DATA RECORDS START
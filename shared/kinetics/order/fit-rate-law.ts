import { KineticsError } from '../numeric/kinetics-error.ts';
import { levenbergMarquardt, type NonlinearFit } from '../numeric/levenberg-marquardt.ts';
import { nonlinearCovariance } from '../numeric/nonlinear-covariance.ts';
import type { ErrorModel, RateLawModel } from '../types.ts';
import {
  approachRateLawMinimum,
  describe,
  ORDER_SEARCH_RANGE,
  type RateLawApproach,
} from './approach-rate-law-minimum.ts';
import { rateConstantFormCovariance, rateConstantOf } from './initial-rate-form.ts';
import { rateLawJacobianColumns } from './rate-law-objective.ts';
import { rateLawProblem } from './rate-law-problem.ts';
import type { RateLawStart } from './rate-law-start.ts';

export type { RateLawModel } from '../types.ts';
export { ORDER_SEARCH_RANGE } from './approach-rate-law-minimum.ts';
export type { RateLawStart } from './rate-law-start.ts';

/**
 * Fits an integrated rate law (order 0, 1, 2, or a free order n) to a series on its original scale
 * by nonlinear least squares, with analytic derivatives. The answer is the minimum the NIST-checked
 * Levenberg–Marquardt (`numeric/levenberg-marquardt.ts`) finds, to at least 9 significant digits in every
 * parameter and standard error on every benchmark series (`order/rate-law-solver-agreement.test.ts`,
 * `tests/integration/nist-checked-rate-law-fits.test.ts`); the covariance is that solver's own QR-based one.
 *
 * Why: fitting the untransformed values keeps the measurement error where it is, so the estimates
 * and their standard errors mean what they say (Motulsky & Christopoulos 2003, "Avoid Scatchard,
 * Lineweaver-Burk and similar transforms"; docs/methods.md#rate-law-fits). Why two stages: the NIST-checked
 * solver builds a Jacobian per iteration and would double the time of a 10⁵-point analysis; the streamed
 * first stage reaches the same minimum at a fraction of the cost, and where it cannot show that it has
 * (its remaining step), the NIST-checked solver finishes the fit.
 *
 * Error models:
 * - 'constant' (same SD at every value): minimise Σ (yᵢ − C(tᵢ))², unweighted.
 * - 'proportional' (same relative SD): minimise Σ (ln yᵢ − ln C(tᵢ))², i.e. fit on the log scale.
 *   This is the maximum-likelihood fit for log-normal error and, to first order, the same as weights
 *   1/ŷᵢ², without re-weighting iterations. Every value must then be positive.
 *
 * Formula in words: two stages on the same objective (`rate-law-problem.ts`).
 * 1. `approachRateLawMinimum` (streamed 2×2/3×3 normal equations, Marquardt damping, then undamped
 *    Gauss–Newton steps while they keep halving) converges without building a Jacobian. When it converged
 *    and its remaining undamped Gauss–Newton step is at most `CERTIFIED_RELATIVE_STEP` (1e-11) of every free
 *    parameter, its parameters and residual sum of squares are reported, with the covariance s²·(JᵀJ)⁻¹,
 *    s² = RSS/(N − p), from the QR factorisation of the Jacobian there (`nonlinear-covariance.ts`, the
 *    NIST-checked solver's own).
 * 2. Otherwise (Gauss–Newton converging only linearly: large residuals against the curvature of the model)
 *    `levenbergMarquardt` (MINPACK `lmder` port with its Gauss–Newton and Newton polish) starts from stage 1's
 *    answer, converges to its own tolerances, and its parameters, RSS and covariance are reported.
 * The free order is solved in initial-rate form (C0, r0 = k·C0ⁿ, n) and reported in (C0, k, n)
 * (`initial-rate-form.ts`). When stage 1 stopped n at an end of `ORDER_SEARCH_RANGE`, or stage 2 would leave
 * the range, n is held at that end, the covariance of (C0, k, n) is formed there (QR, with N − 3 degrees of
 * freedom) and the fit says "the data do not determine the order".
 *
 * Reference: J. J. Moré, Lecture Notes in Mathematics 630 (1978) 105–116 (the solver); D. M. Bates &
 * D. G. Watts, Nonlinear Regression Analysis and Its Applications (1988) §2.2–2.3 (covariance).
 * Validation: `numeric/levenberg-marquardt.test.ts` (NIST StRD), `order/rate-law-solver-agreement.test.ts` and
 * `tests/integration/nist-checked-rate-law-fits.test.ts` (every benchmark series against the NIST-checked
 * solver run alone from the product's starting values, 1e-9 relative).
 *
 * Throws `KineticsError('too-few-points')` when N ≤ number of parameters,
 * `KineticsError('non-positive-value')` for the proportional model with a value ≤ 0, and
 * `KineticsError('not-converged')` when no feasible start can be found.
 *
 * Example: `fitRateLaw(1, [0, 1, 2], [100, 50, 25], 'constant', { initialValue: 90, rateConstant: 0.5 })`
 * gives initialValue 100 and rateConstant ln 2 = 0.6931 (an exact fit).
 */

export interface RateLawFit {
  model: RateLawModel;
  errorModel: ErrorModel;
  initialValue: number;
  rateConstant: number;
  /** The order: fixed for 0/1/2, fitted for 'n'. */
  n: number;
  parameterCount: 2 | 3;
  /** Row-major covariance of (C0, k[, n]); null when the Jacobian is singular at the answer. */
  covariance: number[] | null;
  standardErrors: number[] | null;
  /** On the fitting scale (values, or natural logarithms of values). */
  residualSumOfSquares: number;
  degreesOfFreedom: number;
  residualStandardDeviation: number;
  pointCount: number;
  /** Gaussian log-likelihood of the values on their original scale at the maximum-likelihood σ. */
  logLikelihood: number;
  /** Iterations of both stages (stage 1 steps plus any Levenberg–Marquardt Jacobian evaluations). */
  iterations: number;
  converged: boolean;
  /** Free order only: n is held at an end of `ORDER_SEARCH_RANGE` (the data do not determine n). */
  atSearchLimit: boolean;
  reason: string;
}

export function fitRateLaw(
  model: RateLawModel,
  times: ArrayLike<number>,
  values: ArrayLike<number>,
  errorModel: ErrorModel,
  start: RateLawStart,
): RateLawFit {
  const pointCount = times.length;
  const p: 2 | 3 = model === 'n' ? 3 : 2;
  if (pointCount <= p) {
    throw new KineticsError(
      'too-few-points',
      `A ${describe(model)} fit has ${p} parameters and needs at least ${p + 1} points; got ${pointCount}.`,
      { n: pointCount, parameters: p },
    );
  }
  const logScale = errorModel === 'proportional';
  const response = new Float64Array(pointCount);
  let sumOfLogValues = 0;
  for (let i = 0; i < pointCount; i++) {
    const value = values[i]!;
    if (logScale && !(value > 0)) {
      throw new KineticsError(
        'non-positive-value',
        `The proportional error model fits ln(value); point ${i + 1} has value ${value}.`,
        { index: i, value },
      );
    }
    response[i] = logScale ? Math.log(value) : value;
    if (logScale) sumOfLogValues += response[i]!;
  }
  const approach = approachRateLawMinimum(model, times, response, logScale, start);
  const [startValue, startRate, startOrder] = approach.parameters;
  let fixedOrder = model === 'n' && approach.atSearchLimit ? startOrder : null;
  let fit: SolvedFit;
  if (certifiedByFirstStage(approach)) {
    fit = streamedAnswer(model, times, logScale, fixedOrder, approach);
  } else {
    const polishAt = (order: number | null) =>
      polish(model, times, response, logScale, order, [startValue, startRate, order ?? startOrder]);
    fit = polishAt(fixedOrder);
    if (model === 'n' && fixedOrder === null && outsideSearchRange(fit.parameters[2]!)) {
      fixedOrder = Math.min(ORDER_SEARCH_RANGE[1], Math.max(ORDER_SEARCH_RANGE[0], fit.parameters[2]!));
      fit = polishAt(fixedOrder);
    }
  }
  // The solver's parameters: (C0, k) for orders 0–2, (C0, r0[, n]) for the free order.
  const solved = [
    fit.parameters[0]!,
    fit.parameters[1]!,
    model === 'n' ? (fixedOrder ?? fit.parameters[2]!) : model,
  ];
  const degreesOfFreedom = pointCount - p;
  const rss = fit.residualSumOfSquares;
  const residualVariance = rss / degreesOfFreedom;
  let covariance: number[][] | null = null;
  let reason = fit.reason;
  if (fixedOrder === null) {
    if (fit.covariance.length === p) covariance = fit.covariance;
  } else if (fit.converged) {
    // n held at the limit: the covariance of (C0, r0, n) there, as if n were free (N − 3 degrees of freedom).
    const columns = rateLawJacobianColumns(model, times, logScale, solved, 3);
    const atLimit = nonlinearCovariance(columns, residualVariance);
    if (atLimit.ok) covariance = atLimit.covariance;
    else reason = `${reason}; ${atLimit.reason}`;
  }
  const parameters = solved;
  if (model === 'n') {
    // Reported in (C0, k, n): k = r0·C0^(−n), and the covariance carried over exactly (`initial-rate-form.ts`).
    const [initialValue, initialRate, n] = solved as [number, number, number];
    parameters[1] = rateConstantOf(initialValue, initialRate, n);
    if (covariance !== null)
      covariance = rateConstantFormCovariance(initialValue, initialRate, n, covariance);
  }
  const converged = fit.converged && covariance !== null;
  if (converged && fixedOrder !== null) {
    reason = `the data do not determine the order: the fit stopped at the search limit n = ${fixedOrder}`;
  }
  const flat = covariance === null ? null : covariance.flat();
  const standardErrors =
    flat === null ? null : Array.from({ length: p }, (_, a) => Math.sqrt(Math.max(0, flat[a * p + a]!)));
  const logLikelihood =
    (-pointCount / 2) * (Math.log((2 * Math.PI * Math.max(rss, Number.MIN_VALUE)) / pointCount) + 1) -
    sumOfLogValues;
  return {
    model,
    errorModel,
    initialValue: parameters[0]!,
    rateConstant: parameters[1]!,
    n: parameters[2]!,
    parameterCount: p,
    covariance: flat,
    standardErrors,
    residualSumOfSquares: rss,
    degreesOfFreedom,
    residualStandardDeviation: Math.sqrt(residualVariance),
    pointCount,
    logLikelihood,
    iterations: approach.iterations + fit.iterations,
    converged,
    atSearchLimit: fixedOrder !== null,
    reason,
  };
}

/**
 * The first stage's answer is reported as it stands when its remaining undamped Gauss–Newton step is at
 * most this fraction of every free parameter: the distance to the minimum is then about that step
 * (Gauss–Newton converges quadratically there), a hundred times inside the 1e-9 relative agreement with
 * the NIST-checked solver that `rate-law-solver-agreement.test.ts` requires.
 */
export const CERTIFIED_RELATIVE_STEP = 1e-11;

/** The first stage converged and its remaining step is within `CERTIFIED_RELATIVE_STEP`: its answer is reported. */
export function certifiedByFirstStage(approach: RateLawApproach): boolean {
  return approach.converged && approach.remainingRelativeStep <= CERTIFIED_RELATIVE_STEP;
}

/** What `fitRateLaw` reads from either stage, in the solver's parameters. */
type SolvedFit = Pick<
  NonlinearFit,
  'parameters' | 'residualSumOfSquares' | 'covariance' | 'converged' | 'reason' | 'iterations'
>;

/** The first stage's answer, with the QR-based covariance of the NIST-checked solver (`nonlinearCovariance`). */
function streamedAnswer(
  model: RateLawModel,
  times: ArrayLike<number>,
  logScale: boolean,
  fixedOrder: number | null,
  approach: RateLawApproach,
): SolvedFit {
  const free = fixedOrder === null ? (model === 'n' ? 3 : 2) : 2;
  const parameters = approach.parameters.slice(0, free);
  const rss = approach.residualSumOfSquares;
  let covariance: number[][] = [];
  let reason = approach.reason;
  if (fixedOrder === null) {
    const columns = rateLawJacobianColumns(model, times, logScale, approach.parameters, free);
    const computed = nonlinearCovariance(columns, rss / (times.length - free));
    if (computed.ok) covariance = computed.covariance;
    else reason = `${reason}; ${computed.reason}`;
  }
  return {
    parameters,
    residualSumOfSquares: rss,
    covariance,
    converged: true,
    reason,
    iterations: 0,
  };
}

function outsideSearchRange(n: number): boolean {
  return n < ORDER_SEARCH_RANGE[0] || n > ORDER_SEARCH_RANGE[1];
}

/** Stage 2, when stage 1 is not certified: the NIST-checked solver from its answer, n held at `fixedOrder` when set. */
function polish(
  model: RateLawModel,
  times: ArrayLike<number>,
  response: Float64Array,
  logScale: boolean,
  fixedOrder: number | null,
  start: readonly [number, number, number],
): SolvedFit {
  const problem = rateLawProblem(model, times, response, logScale, fixedOrder);
  const fit = levenbergMarquardt({ ...problem, initial: start.slice(0, problem.parameterCount) });
  // Only an infeasible start ends after 0 iterations. Stage 1 never returns one (its objective is this
  // one, and it keeps feasible points only), so this is a guard, not a path.
  if (fit.iterations === 0) {
    throw new KineticsError('not-converged', `No feasible starting point for the ${describe(model)} fit.`, {
      model,
    });
  }
  return fit;
}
DATA RECORDS END
BRIEF:
Whenever a line of the records holds the string "boolean", pick it out and copy it.

ANSWER TO THIS TASK:
  converged: boolean;
  atSearchLimit: boolean;
export function certifiedByFirstStage(approach: RateLawApproach): boolean {
  logScale: boolean,
function outsideSearchRange(n: number): boolean {
  logScale: boolean,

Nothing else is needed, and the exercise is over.